→ TASK ITEM: Write out, word for word, every line from the one containing "res = read_items(p, SCHEMA, rejects_dir=out)" through the final line of the records.

Stored data
════════════════════
def test_json_values_of_the_wrong_type_are_rejected(tmp_path: Path) -> None:
    rows = [
        typed(ROWS[0]),
        dict(typed(ROWS[1]), body={"text": "nested"}),
        dict(typed(ROWS[1]), ticket_id="T5", channel=["a", "b"]),
        dict(typed(ROWS[1]), ticket_id="T6", tenure_days=True),
        dict(typed(ROWS[1]), ticket_id="T7", tenure_days="12"),
        typed(ROWS[2]),
    ]
    p = write_jsonl(tmp_path / "types.jsonl", rows)
    res = read_items(p, SCHEMA)
    assert [r.item_id for r in res.records] == ["T1", "T7", "T3"]
    assert res.records[1].fields["tenure_days"] == 12.0
    assert [(r.row, r.field, r.reason) for r in res.rejects] == [
        (2, "body", "is an object, expected text"),
        (3, "channel", "is a list, expected a single value"),
        (4, "tenure_days", "is a boolean, expected a number"),
    ]


def test_bad_json_lines_are_rejected_with_their_line_number(tmp_path: Path) -> None:
    p = tmp_path / "lines.jsonl"
    p.write_text(
        json.dumps(typed(ROWS[0]))
        + "\n\n"
        + '{"ticket_id": "T9", "subject": \n'
        + "[1, 2]\n"
        + json.dumps(typed(ROWS[1]))
        + "\n",
        encoding="utf-8",
    )
    res = read_items(p, SCHEMA)
    assert [r.item_id for r in res.records] == ["T1", "T2"]
    assert [(r.row, r.field) for r in res.rejects] == [(3, None), (4, None)]
    assert res.rejects[0].reason.startswith("not valid JSON")
    assert res.rejects[1].reason == "is a list, expected a JSON object"
    assert res.rejects[0].raw == {"line": '{"ticket_id": "T9", "subject": '}
    assert (tmp_path / "lines.rejects.csv").exists()


def test_rejects_go_to_rejects_dir_when_given(tmp_path: Path) -> None:
    src = tmp_path / "in"
    src.mkdir()
    out = tmp_path / "out"
    p = write_csv(src / "leads.csv", [ROWS[0], dict(ROWS[1], ticket_id="T1")])
    res = read_items(p, SCHEMA, rejects_dir=out)
    assert res.rejects_path == out / "leads.rejects.csv"
    assert res.rejects_path.exists()
    assert not (src / "leads.rejects.csv").exists()


def test_write_rejects_round_trips(tmp_path: Path) -> None:
    rejects = [Reject(row=4, field="x", reason='bad, "quoted"', raw={"x": "é", "n": None})]
    write_rejects(rejects, tmp_path / "sub" / "r.csv")
    with (tmp_path / "sub" / "r.csv").open(encoding="utf-8", newline="") as fh:
        (got,) = list(csv.DictReader(fh))
    assert got["row"] == "4" and got["reason"] == 'bad, "quoted"'
    assert json.loads(got["record"]) == {"x": "é", "n": None}


def test_overlong_text_is_truncated_with_a_warning(tmp_path: Path) -> None:
    rows = [dict(ROWS[0], body="x" * 500), ROWS[1]]
    res = read_items(write_csv(tmp_path / "long.csv", rows), SCHEMA, max_text_chars=100)
    assert res.records[0].fields["body"] == "x" * 100
    assert res.records[1].fields["body"] == ROWS[1]["body"]
    assert res.rejects == []
    assert res.warnings == ["long.csv: row 1, field 'body': text of 500 characters cut to 100"]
════════════════════
→ YOUR RESPONSE:
    res = read_items(p, SCHEMA, rejects_dir=out)
    assert res.rejects_path == out / "leads.rejects.csv"
    assert res.rejects_path.exists()
    assert not (src / "leads.rejects.csv").exists()


def test_write_rejects_round_trips(tmp_path: Path) -> None:
    rejects = [Reject(row=4, field="x", reason='bad, "quoted"', raw={"x": "é", "n": None})]
    write_rejects(rejects, tmp_path / "sub" / "r.csv")
    with (tmp_path / "sub" / "r.csv").open(encoding="utf-8", newline="") as fh:
        (got,) = list(csv.DictReader(fh))
    assert got["row"] == "4" and got["reason"] == 'bad, "quoted"'
    assert json.loads(got["record"]) == {"x": "é", "n": None}


def test_overlong_text_is_truncated_with_a_warning(tmp_path: Path) -> None:
    rows = [dict(ROWS[0], body="x" * 500), ROWS[1]]
    res = read_items(write_csv(tmp_path / "long.csv", rows), SCHEMA, max_text_chars=100)
    assert res.records[0].fields["body"] == "x" * 100
    assert res.records[1].fields["body"] == ROWS[1]["body"]
    assert res.rejects == []
    assert res.warnings == ["long.csv: row 1, field 'body': text of 500 characters cut to 100"]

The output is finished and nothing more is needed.